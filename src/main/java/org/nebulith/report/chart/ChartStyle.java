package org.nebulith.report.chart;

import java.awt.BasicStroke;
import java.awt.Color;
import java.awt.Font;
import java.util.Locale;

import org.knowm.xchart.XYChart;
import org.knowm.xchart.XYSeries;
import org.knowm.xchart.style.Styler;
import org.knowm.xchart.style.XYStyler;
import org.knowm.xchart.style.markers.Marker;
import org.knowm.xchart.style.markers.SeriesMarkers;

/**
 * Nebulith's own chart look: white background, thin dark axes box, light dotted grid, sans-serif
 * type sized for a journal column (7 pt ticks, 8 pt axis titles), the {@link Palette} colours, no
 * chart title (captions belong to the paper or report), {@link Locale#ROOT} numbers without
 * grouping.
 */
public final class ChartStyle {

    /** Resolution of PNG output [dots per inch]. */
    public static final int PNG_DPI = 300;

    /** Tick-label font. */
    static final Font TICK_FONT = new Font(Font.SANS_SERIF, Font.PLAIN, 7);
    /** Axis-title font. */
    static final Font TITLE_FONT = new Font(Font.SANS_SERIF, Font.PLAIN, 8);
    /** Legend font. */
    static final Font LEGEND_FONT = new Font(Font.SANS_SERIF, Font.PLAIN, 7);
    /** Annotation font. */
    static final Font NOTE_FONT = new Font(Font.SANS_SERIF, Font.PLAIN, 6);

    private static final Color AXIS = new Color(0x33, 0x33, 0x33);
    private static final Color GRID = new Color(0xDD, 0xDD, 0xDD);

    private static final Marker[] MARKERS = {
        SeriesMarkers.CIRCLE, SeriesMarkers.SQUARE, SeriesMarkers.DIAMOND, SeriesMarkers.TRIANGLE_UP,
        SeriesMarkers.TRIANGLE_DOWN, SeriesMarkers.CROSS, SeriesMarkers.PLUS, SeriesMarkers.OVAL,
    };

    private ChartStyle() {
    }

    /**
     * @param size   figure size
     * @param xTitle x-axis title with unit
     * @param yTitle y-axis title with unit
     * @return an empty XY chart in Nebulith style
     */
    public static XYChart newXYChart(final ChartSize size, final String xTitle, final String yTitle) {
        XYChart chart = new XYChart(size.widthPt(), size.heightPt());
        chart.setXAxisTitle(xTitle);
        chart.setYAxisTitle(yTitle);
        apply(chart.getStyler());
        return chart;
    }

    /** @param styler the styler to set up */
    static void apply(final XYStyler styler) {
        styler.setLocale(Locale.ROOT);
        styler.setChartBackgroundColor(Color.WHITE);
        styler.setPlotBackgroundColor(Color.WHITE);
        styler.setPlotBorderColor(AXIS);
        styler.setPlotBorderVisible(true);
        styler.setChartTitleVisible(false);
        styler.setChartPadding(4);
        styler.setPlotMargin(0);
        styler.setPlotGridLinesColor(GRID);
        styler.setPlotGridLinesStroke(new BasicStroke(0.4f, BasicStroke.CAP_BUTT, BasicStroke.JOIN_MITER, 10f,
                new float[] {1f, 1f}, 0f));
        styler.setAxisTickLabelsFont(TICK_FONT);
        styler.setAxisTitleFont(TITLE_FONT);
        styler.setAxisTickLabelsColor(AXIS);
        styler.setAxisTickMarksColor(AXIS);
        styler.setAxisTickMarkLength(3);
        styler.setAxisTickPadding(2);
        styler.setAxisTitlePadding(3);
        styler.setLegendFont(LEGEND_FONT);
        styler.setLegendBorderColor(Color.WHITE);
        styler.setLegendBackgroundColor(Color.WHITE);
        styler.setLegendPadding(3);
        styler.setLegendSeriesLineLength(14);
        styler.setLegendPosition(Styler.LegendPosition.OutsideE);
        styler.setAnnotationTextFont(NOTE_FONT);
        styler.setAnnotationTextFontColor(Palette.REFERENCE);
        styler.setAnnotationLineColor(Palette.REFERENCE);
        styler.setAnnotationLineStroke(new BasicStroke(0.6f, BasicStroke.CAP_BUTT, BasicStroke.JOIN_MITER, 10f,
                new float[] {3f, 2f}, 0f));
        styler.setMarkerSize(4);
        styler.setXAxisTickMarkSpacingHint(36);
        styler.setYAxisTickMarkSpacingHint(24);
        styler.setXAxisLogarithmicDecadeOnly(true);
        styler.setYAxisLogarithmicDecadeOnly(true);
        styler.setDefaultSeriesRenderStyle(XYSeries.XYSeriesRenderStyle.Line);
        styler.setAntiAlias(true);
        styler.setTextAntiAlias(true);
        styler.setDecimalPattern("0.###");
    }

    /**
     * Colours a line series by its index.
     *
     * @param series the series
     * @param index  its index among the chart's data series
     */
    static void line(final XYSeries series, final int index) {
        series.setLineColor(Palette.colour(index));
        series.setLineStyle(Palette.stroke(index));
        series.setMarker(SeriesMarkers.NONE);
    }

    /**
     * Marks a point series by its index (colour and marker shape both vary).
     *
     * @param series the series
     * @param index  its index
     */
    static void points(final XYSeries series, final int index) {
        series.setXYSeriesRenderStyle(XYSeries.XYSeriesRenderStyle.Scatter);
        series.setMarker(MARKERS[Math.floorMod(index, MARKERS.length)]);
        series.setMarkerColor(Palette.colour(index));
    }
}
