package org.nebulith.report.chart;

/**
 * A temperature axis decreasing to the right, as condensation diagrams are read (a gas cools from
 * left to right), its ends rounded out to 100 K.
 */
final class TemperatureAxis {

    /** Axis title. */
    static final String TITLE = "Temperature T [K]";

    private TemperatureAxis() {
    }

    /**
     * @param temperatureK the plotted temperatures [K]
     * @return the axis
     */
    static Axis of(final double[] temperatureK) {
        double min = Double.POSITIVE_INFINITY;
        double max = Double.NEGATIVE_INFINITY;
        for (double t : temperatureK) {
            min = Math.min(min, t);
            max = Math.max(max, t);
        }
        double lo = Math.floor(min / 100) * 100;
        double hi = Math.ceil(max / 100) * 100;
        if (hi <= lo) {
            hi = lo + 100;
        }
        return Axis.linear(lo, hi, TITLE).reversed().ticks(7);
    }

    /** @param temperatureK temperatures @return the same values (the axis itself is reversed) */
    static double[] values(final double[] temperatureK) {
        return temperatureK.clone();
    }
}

___

The response must consist solely of the lines from the one with "return Axis.linear(lo, hi, TITLE).reversed().ticks(7);" through the end of the listing above, copied exactly; please include the first and the last.

**Answer box:**
        return Axis.linear(lo, hi, TITLE).reversed().ticks(7);
    }

    /** @param temperatureK temperatures @return the same values (the axis itself is reversed) */
    static double[] values(final double[] temperatureK) {
        return temperatureK.clone();
    }
}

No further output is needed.